# World's smallest orchid



## Epiphile (Nov 12, 2009)

I just saw this article over on the OB, and thought I'd forward it along. No excuse not to find a space for this one in a viv, being only 2mm across:

Smallest orchid in the world is found - Nature, Environment - The Independent

Aaron


----------



## Marinarawr (Jan 14, 2009)

WOW! The petals are ONE cell thick. That's truly amazing. Thanks for sharing!


----------



## Julio (Oct 8, 2007)

that must have been hard to spot, if that one is out there, how many more small ones like it?


----------



## harrywitmore (Feb 9, 2004)

It looks like they are judging the smallest as determined by the size of the flower. This can't be then since I have an Oberonia in flower now that a 2mm flower would dwarf the flower on it. I would think they may be .2 mm. Here's a crappy picture.

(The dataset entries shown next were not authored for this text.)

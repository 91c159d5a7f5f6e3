import { z } from 'zod';
import { periodKeySchema, uuidSchema } from './common.ts';
import { periodStateSchema } from './cycles.ts';
import { peerTierSchema } from './peer-report.ts';

// Peer groups for the coordinator: the groups of one control lot and analyte at each tier, with their
// members and figures, and the adjustments (merge, split, move, exclude) with preview and undo.

/** Every adjustment says why; the reason is kept in the audit log. */
const adjustmentReasonSchema = z
  .string({ message: 'say why; the reason is kept in the audit log' })
  .trim()
  .min(1, 'say why; the reason is kept in the audit log')
  .max(500);
const optionalReasonSchema = z
  .preprocess(
    (v) => (typeof v === 'string' && v.trim() === '' ? null : v),
    z.string().trim().max(500).nullable(),
  )
  .optional();
const levelSchema = z.number({ message: 'expected a control level (1–9)' }).int().min(1).max(9);

// ---------- the view ----------

export const peerGroupsQuerySchema = z.object({
  controlLotId: uuidSchema,
  analyteId: uuidSchema,
  level: z.coerce.number({ message: 'expected a control level (1–9)' }).int().min(1).max(9),
  period: periodKeySchema,
});
export type PeerGroupsQuery = z.infer<typeof peerGroupsQuerySchema>;

export const peerGroupAnalytesQuerySchema = z.object({ controlLotId: uuidSchema });

/** GET /api/peer-groups/analytes: the analytes with QC data on a control lot. */
export const peerGroupAnalyteSchema = z.object({
  id: uuidSchema,
  code: z.string(),
  name: z.string(),
  unit: z.string(),
});
export const peerGroupAnalyteListSchema = z.array(peerGroupAnalyteSchema);
export type PeerGroupAnalyte = z.infer<typeof peerGroupAnalyteSchema>;

export const excludedReasonSchema = z.enum(['outlier', 'manual']);

/** Figures of one group for one level and period (docs/methods.md §2); null where they cannot be computed. */
export const peerGroupFiguresSchema = z.object({
  labs: z.number().int(),
  n: z.number().int(),
  mean: z.number().nullable(),
  sd: z.number().nullable(),
  cv: z.number().nullable(),
  withinSd: z.number().nullable(),
  withinCv: z.number().nullable(),
  robustMean: z.number().nullable(),
  robustSd: z.number().nullable(),
  /** At least the minimum number of labs remain. */
  sufficient: z.boolean(),
  excluded: z.array(
    z.object({ procedureId: uuidSchema, reason: excludedReasonSchema, note: z.string().nullable() }),
  ),
});
export type PeerGroupFigures = z.infer<typeof peerGroupFiguresSchema>;

const namedSchema = z.object({ id: uuidSchema, name: z.string() });
/** The coordinator sees both: the code keeps labs anonymous to each other, the name is for the network. */
export const peerGroupLabSchema = z.object({ id: uuidSchema, code: z.string(), name: z.string() });

export const peerGroupMemberSchema = z.object({
  procedureId: uuidSchema,
  procedureCode: z.string(),
  lab: peerGroupLabSchema,
  instrumentModel: namedSchema,
  method: namedSchema,
  reagent: namedSchema,
  /** Placed in this group by a coordinator's move or split rather than by the grouping rule. */
  assigned: z.boolean(),
  /** The member's figures for the level and period; null when it sent none. */
  data: z
    .object({
      n: z.number().int(),
      mean: z.number(),
      sd: z.number(),
      cv: z.number().nullable(),
      late: z.boolean(),
    })
    .nullable(),
  /** Left out of the group's provisional figures, and why. */
  excluded: z.object({ reason: excludedReasonSchema, note: z.string().nullable() }).nullable(),
});
export type PeerGroupMember = z.infer<typeof peerGroupMemberSchema>;

export const peerGroupSchema = z.object({
  id: uuidSchema,
  tier: peerTierSchema,
  key: z.string(),
  label: z.string(),
  /** Groups merged into this one. */
  mergedFrom: z.array(z.object({ id: uuidSchema, label: z.string() })),
  members: z.array(peerGroupMemberSchema),
  /** Labs with data for the level and period, before any exclusion. */
  labsWithData: z.number().int(),
  /** The current (version 0) figures of the period. */
  provisional: peerGroupFiguresSchema.nullable(),
  /** Set when the last recompute could not compute the provisional figures (they are then null). */
  notComputable: z.object({ reason: z.string(), failedAt: z.string() }).nullable().optional(),
  /** The figures of the period's latest publication. */
  published: peerGroupFiguresSchema.extend({ version: z.number().int() }).nullable(),
});
export type PeerGroup = z.infer<typeof peerGroupSchema>;

export const peerExclusionSchema = z.object({
  id: uuidSchema,
  procedureId: uuidSchema,
  procedureCode: z.string(),
  lab: peerGroupLabSchema,
  /** Null: every level. */
  level: z.number().int().nullable(),
  period: periodKeySchema,
  reason: z.string(),
  createdAt: z.string(),
});
export type PeerExclusion = z.infer<typeof peerExclusionSchema>;

export const peerGroupsViewSchema = z.object({
  controlLot: z.object({ id: uuidSchema, lotNumber: z.string(), levels: z.array(z.number().int()) }),
  analyte: z.object({
    id: uuidSchema,
    code: z.string(),
    name: z.string(),
    unit: z.string(),
    decimals: z.number().int(),
  }),
  level: z.number().int(),
  period: periodKeySchema,
  /** Null when no such period exists. */
  periodState: periodStateSchema.nullable(),
  publication: z.object({ version: z.number().int(), publishedAt: z.string() }).nullable(),
  minLabs: z.number().int(),
  tiers: z.array(z.object({ tier: peerTierSchema, groups: z.array(peerGroupSchema) })),
  /** The coordinator's exclusions in force for this lot and period. */
  exclusions: z.array(peerExclusionSchema),
});
export type PeerGroupsView = z.infer<typeof peerGroupsViewSchema>;

// ---------- adjustments ----------

export const adjustmentKinds = ['merge', 'split', 'move', 'exclude'] as const;
export const adjustmentKindSchema = z.enum(adjustmentKinds);
export type AdjustmentKind = z.infer<typeof adjustmentKindSchema>;

export const splitCriteria = ['reagent', 'instrumentModel'] as const;
export const splitCriterionSchema = z.enum(splitCriteria);
export type SplitCriterion = z.infer<typeof splitCriterionSchema>;

/** Which figures a preview shows: the period, and one level (every level of the lot when left out). */
const previewContext = { period: periodKeySchema, level: levelSchema.optional() };

export const mergeRequestSchema = z.object({
  /** The group that is merged away. */
  sourceGroupId: uuidSchema,
  /** The group that stays and takes the source's members. */
  targetGroupId: uuidSchema,
  reason: adjustmentReasonSchema,
});
export const mergePreviewRequestSchema = mergeRequestSchema.omit({ reason: true }).extend(previewContext);
export type MergeRequest = z.infer<typeof mergeRequestSchema>;
export type MergePreviewRequest = z.infer<typeof mergePreviewRequestSchema>;

export const splitRequestSchema = z.object({
  groupId: uuidSchema,
  by: splitCriterionSchema,
  reason: adjustmentReasonSchema,
});
export const splitPreviewRequestSchema = splitRequestSchema.omit({ reason: true }).extend(previewContext);
export type SplitRequest = z.infer<typeof splitRequestSchema>;
export type SplitPreviewRequest = z.infer<typeof splitPreviewRequestSchema>;

export const moveRequestSchema = z.object({
  procedureId: uuidSchema,
  /** A group of the same lot, analyte and tier; the procedure leaves its group at that tier. */
  targetGroupId: uuidSchema,
  reason: adjustmentReasonSchema,
});
export const movePreviewRequestSchema = moveRequestSchema.omit({ reason: true }).extend(previewContext);
export type MoveRequest = z.infer<typeof moveRequestSchema>;
export type MovePreviewRequest = z.infer<typeof movePreviewRequestSchema>;

export const exclusionRequestSchema = z.object({
  procedureId: uuidSchema,
  controlLotId: uuidSchema,
  period: periodKeySchema,
  /** Leave out (or null) to exclude every level. */
  level: levelSchema.nullable().optional(),
  reason: adjustmentReasonSchema,
});
/** The reason is optional here; when given, the preview shows it as the exclusion's note. */
export const exclusionPreviewRequestSchema = exclusionRequestSchema.extend({
  reason: z.string().trim().max(500).optional(),
});
export type ExclusionRequest = z.infer<typeof exclusionRequestSchema>;
export type ExclusionPreviewRequest = z.infer<typeof exclusionPreviewRequestSchema>;

export const previewGroupSchema = z.object({
  /** Null for a group the change would create. */
  id: uuidSchema.nullable(),
  tier: peerTierSchema,
  label: z.string(),
  members: z.array(z.object({ procedureId: uuidSchema, procedureCode: z.string(), lab: peerGroupLabSchema })),
  /** Null when no member has data for the level and period, or when they cannot be computed. */
  figures: peerGroupFiguresSchema.nullable(),
  /** Why the figures cannot be computed, when they cannot. */
  notComputable: z.object({ reason: z.string() }).nullable().optional(),
});
export type PreviewGroup = z.infer<typeof previewGroupSchema>;

/** The figures of the groups a change touches, before and after it; nothing is written. */
export const adjustmentPreviewSchema = z.object({
  kind: adjustmentKindSchema,
  description: z.string(),
  period: periodKeySchema,
  levels: z.array(
    z.object({
      level: z.number().int(),
      before: z.array(previewGroupSchema),
      after: z.array(previewGroupSchema),
    }),
  ),
});
export type AdjustmentPreview = z.infer<typeof adjustmentPreviewSchema>;

export const peerGroupAdjustmentSchema = z.object({
  /** The audit event that recorded the adjustment. */
  id: z.number().int(),
  kind: adjustmentKindSchema,
  description: z.string(),
  reason: z.string(),
  at: z.string(),
  actor: z.object({ id: uuidSchema, name: z.string() }).nullable(),
  controlLotId: uuidSchema,
  analyteId: uuidSchema,
  /** Exclusions only. */
  period: periodKeySchema.nullable(),
  undone: z
    .object({
      at: z.string(),
      actor: z.object({ id: uuidSchema, name: z.string() }).nullable(),
      reason: z.string().nullable(),
    })
    .nullable(),
});
export type PeerGroupAdjustment = z.infer<typeof peerGroupAdjustmentSchema>;
export const peerGroupAdjustmentListSchema = z.array(peerGroupAdjustmentSchema);

export const adjustmentListQuerySchema = z.object({
  controlLotId: uuidSchema.optional(),
  analyteId: uuidSchema.optional(),
});
export const adjustmentUndoSchema = z.object({ reason: optionalReasonSchema });
export type AdjustmentUndo = z.infer<typeof adjustmentUndoSchema>;

/** A peer group whose provisional figures the last recompute could not compute (the others were computed). */
export const peerStatisticsFailureSchema = z.object({
  peerGroupId: uuidSchema,
  tier: peerTierSchema,
  groupLabel: z.string(),
  controlLot: z.object({ id: uuidSchema, lotNumber: z.string() }),
  analyte: z.object({ id: uuidSchema, code: z.string(), name: z.string() }),
  level: z.number().int(),
  period: periodKeySchema,
  /** 'period' (the month's figures) or 'cumulative' (lot to date). */
  scope: z.enum(['period', 'cumulative']),
  reason: z.string(),
  failedAt: z.string(),
});
export type PeerStatisticsFailure = z.infer<typeof peerStatisticsFailureSchema>;
export const peerStatisticsFailureListSchema = z.array(peerStatisticsFailureSchema);
export const peerStatisticsFailuresQuerySchema = z.object({ period: periodKeySchema.optional() });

Here's the entire orchid. Leaves are about 1" or so


----------



## NathanB (Jan 21, 2008)

is there a link to the ob post? 
btw, nice plant harry.


----------



## Occidentalis (Jul 11, 2009)

Interesting... I guess we'll have to wait for the species description to be published to figure out how they define "smallest"


----------



## harrywitmore (Feb 9, 2004)

All of the 'est' declarations are subjective so I never pay much attention to them.


----------



## Epiphile (Nov 12, 2009)

harrywitmore said:


> It looks like they are judging the smallest as determined by the size of the flower. This can't be then since I have an Oberonia in flower now that a 2mm flower would dwarf the flower on it. I would think they may be .2 mm.

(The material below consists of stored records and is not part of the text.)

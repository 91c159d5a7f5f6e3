import { describe, expect, it } from 'vitest';
import { pool } from '@plumbline/stats';
import { chooseTarget, evaluateGroup, labTargetBefore, type Target } from './multirule-points.ts';
import { ValuesBuffer } from './values-buffer.ts';

describe('labTargetBefore', () => {
  it('when the lab has earlier months, then the target is their pooled figures (docs/methods.md §1 pooling)', () => {
    const history = [
      { period: '2026-01', n: 20, mean: 5.0, sd: 0.1 },
      { period: '2026-02', n: 18, mean: 5.2, sd: 0.12 },
      { period: '2026-03', n: 22, mean: 9.9, sd: 1 },
    ];
    const target = labTargetBefore(history, '2026-03');
    const expected = pool(history.slice(0, 2));
    expect(target).toEqual({ mean: expected.mean, sd: expected.sd, source: 'lab' });
  });

  it('when the lab has no earlier month, then there is no lab target', () => {
    expect(labTargetBefore([{ period: '2026-03', n: 20, mean: 5, sd: 0.1 }], '2026-03')).toBeNull();
  });
});

describe('chooseTarget', () => {
  const lab: Target = { mean: 1, sd: 0.1, source: 'lab' };
  const peer: Target = { mean: 2, sd: 0.2, source: 'peer' };
  it('when several are available, then the lab comes before the peers, and the peers before the month itself', () => {
    const month = { period: '2026-03', n: 20, mean: 3, sd: 0.3 };
    expect(chooseTarget(lab, peer, month)).toBe(lab);
    expect(chooseTarget(null, peer, month)).toBe(peer);
    expect(chooseTarget(null, null, month)).toEqual({ mean: 3, sd: 0.3, source: 'month' });
    expect(chooseTarget(null, null, { ...month, n: 1 })).toBeNull();
  });
});

describe('evaluateGroup', () => {
  const procedure = {
    id: 'p',
    code: 'P',
    labId: 'l',
    analyteId: 'a',
    analyteName: 'A',
    analyteUnit: 'mmol/L',
    molarMass: null,
    plausibleLow: null,
    plausibleHigh: null,
    plausibilitySource: null,
    allowsNegative: false,
  };
  const lot = { id: 'lot', lotNumber: 'L', levels: [1, 2] };
  const period = { period: '2026-03', state: 'open' as const };
  const add = (b: ValuesBuffer, level: number, at: number, value: number, run: string | null = null) =>
    b.add({ procedure, lot, level, period, measuredAtMs: at, value, run, comment: null });

  it('when both levels of one run are beyond +2s, then both carry 2-2s (within a run across levels, Westgard 1981)', () => {
    const b = new ValuesBuffer();
    // Rows arrive out of order; the evaluation orders them by time.
    add(b, 2, 2000, 20.5);
    add(b, 1, 1000, 10.0);
    add(b, 1, 2000, 10.5);
    add(b, 2, 1000, 20.0);
    const targets = new Map<number, Target>([
      [1, { mean: 10, sd: 0.2, source: 'lab' }],
      [2, { mean: 20, sd: 0.2, source: 'lab' }],
    ]);
    const results = evaluateGroup(b, [0, 1, 2, 3], targets);
    expect(results.get(0)).toEqual({
      z: expect.closeTo(2.5, 12),
      rules: expect.arrayContaining(['1-2s', '2-2s']),
    });
    expect(results.get(2)).toEqual({
      z: expect.closeTo(2.5, 12),
      rules: expect.arrayContaining(['1-2s', '2-2s']),
    });
    expect(results.get(1)).toEqual({ z: 0, rules: [] });
  });

  it('when a level has no target, then its values get no result and the others are still evaluated', () => {
    const b = new ValuesBuffer();
    add(b, 1, 1000, 10.9);
    add(b, 2, 1000, 99);
    const results = evaluateGroup(b, [0, 1], new Map([[1, { mean: 10, sd: 0.2, source: 'month' as const }]]));
    expect(results.get(1)).toEqual({ z: null, rules: [] });
    expect(results.get(0)?.rules).toEqual(expect.arrayContaining(['1-3s']));
  });
});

Harry, you're right- they'd said in the main body of the article that the plant was that wide across, but the photo indicates that that's the size of the flower. I guess it'd be too much to ask for a plant _that_ small. You're saying the flower on your Oberonia species is how small, then?

Bussardnr, here's the thread I grabbed that article from- it also has a link to the discoverer's website: New species, smallest orchid in the world found - Orchid Board - Most Complete Orchid Forum on the web !


----------



## Occidentalis (Jul 11, 2009)

From the guy's website it seems that a formal species description may be a long time coming... he doesn't publish much. I wouldn't be surprised if this notion of smallest were debunked, either.


----------



## harrywitmore (Feb 9, 2004)

I just tried to measure with a magnifier glass. They look to be around .5mm but I still can't see them well. I need to find my 10x loop.


----------



## Epiphile (Nov 12, 2009)

harrywitmore said:


> They look to be around .5mm


Cripes, that's small. I wonder what the pollinator looks like...


----------



## harrywitmore (Feb 9, 2004)

I would suspect gnats but I don't know. Good question!


----------



## Epiphile (Nov 12, 2009)

Which species is it?


----------



## harrywitmore (Feb 9, 2004)

It's Oberonia prainiana. I also have another mini Oberonia toppingii and I think the flowers were smaller on it.


----------



## rollinkansas (Jun 9, 2008)

I cant wait to see the Platystele jungermannioides flower, if I can even see it.

Either way, the small foliage is worth it in my opinion, and my favorite orchid by far. Im sad to see there is now an even smaller one out there.


----------



## Julio (Oct 8, 2007)

that is pretty Mike!!


----------



## trow (Aug 25, 2005)

Where did you get that tiny thing rollin I want some.


----------



## frogparty (Dec 27, 2007)

my pleurothallis microphylla is about that size


----------



## rollinkansas (Jun 9, 2008)

frogparty said:


> my pleurothallis microphylla is about that size


Here are the two next to each other. The platystele junger on the left and the Pleuro microphylla on the right. And a quarter for general size reference, although its pretty washed out in the pic.


----------



## frogparty (Dec 27, 2007)

I don't see why you are always worrying Mike, your orchids look great


----------



## rollinkansas (Jun 9, 2008)

frogparty said:


> I don't see why you are always worrying Mike, your orchids look great


Thanks a lot. See the two fallen leaves on the junger? Those freak me out wondering what caused that even though I know its probably just normal haha.


----------